An interdisciplinary team of McGill researchers has uncovered a connection between growing economic inequality and an increase in the number of plant and animal species that are threatened with extinction.
"Our study suggests that if we can learn to share economic resources more fairly with fellow members of our own species, it may help us to share ecological resources more fairly with other species," said Dr. Greg Mikkelson, assistant professor in the McGill School of Environment and Department of Philosophy. The study appears in the May 16 issue of PLoS ONE, the online, peer-reviewed, open-access journal of the Public Library of Science.
Mikkelson and his colleagues related indicators of income inequality and biodiversity loss on two different scales: among 45 countries worldwide and among 45 states within the United States. They controlled for differences such as area and climate, human population size, and per capita consumption.
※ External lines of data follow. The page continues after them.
/** The pulse looked at last: back on its run it is the marked one. */
export interface SeenPulse {
  run: number;
  capture: number;
  pulse: number;
}

let seen: SeenPulse | null = null;

export const rememberPulse = (pulse: SeenPulse) => {
  seen = pulse;
};

export const lastPulseOf = (run: number): SeenPulse | null => (seen?.run === run ? seen : null);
The same general trend is evident in both scales: societies with more unequal distributions of income experience greater losses of biodiversity.
"While there is often a trade-off between economic growth and environmental quality," says Mikkelson, "this study suggests that there is a synergy between a different kind of economic development namely, toward a more equitable distribution of wealth and the conservation of biological diversity." For example, if the US were to achieve levels of income equality comparable to those of Sweden, the pattern reported in their paper implies that 44% fewer plant and vertebrate species in the US would be in danger of extinction.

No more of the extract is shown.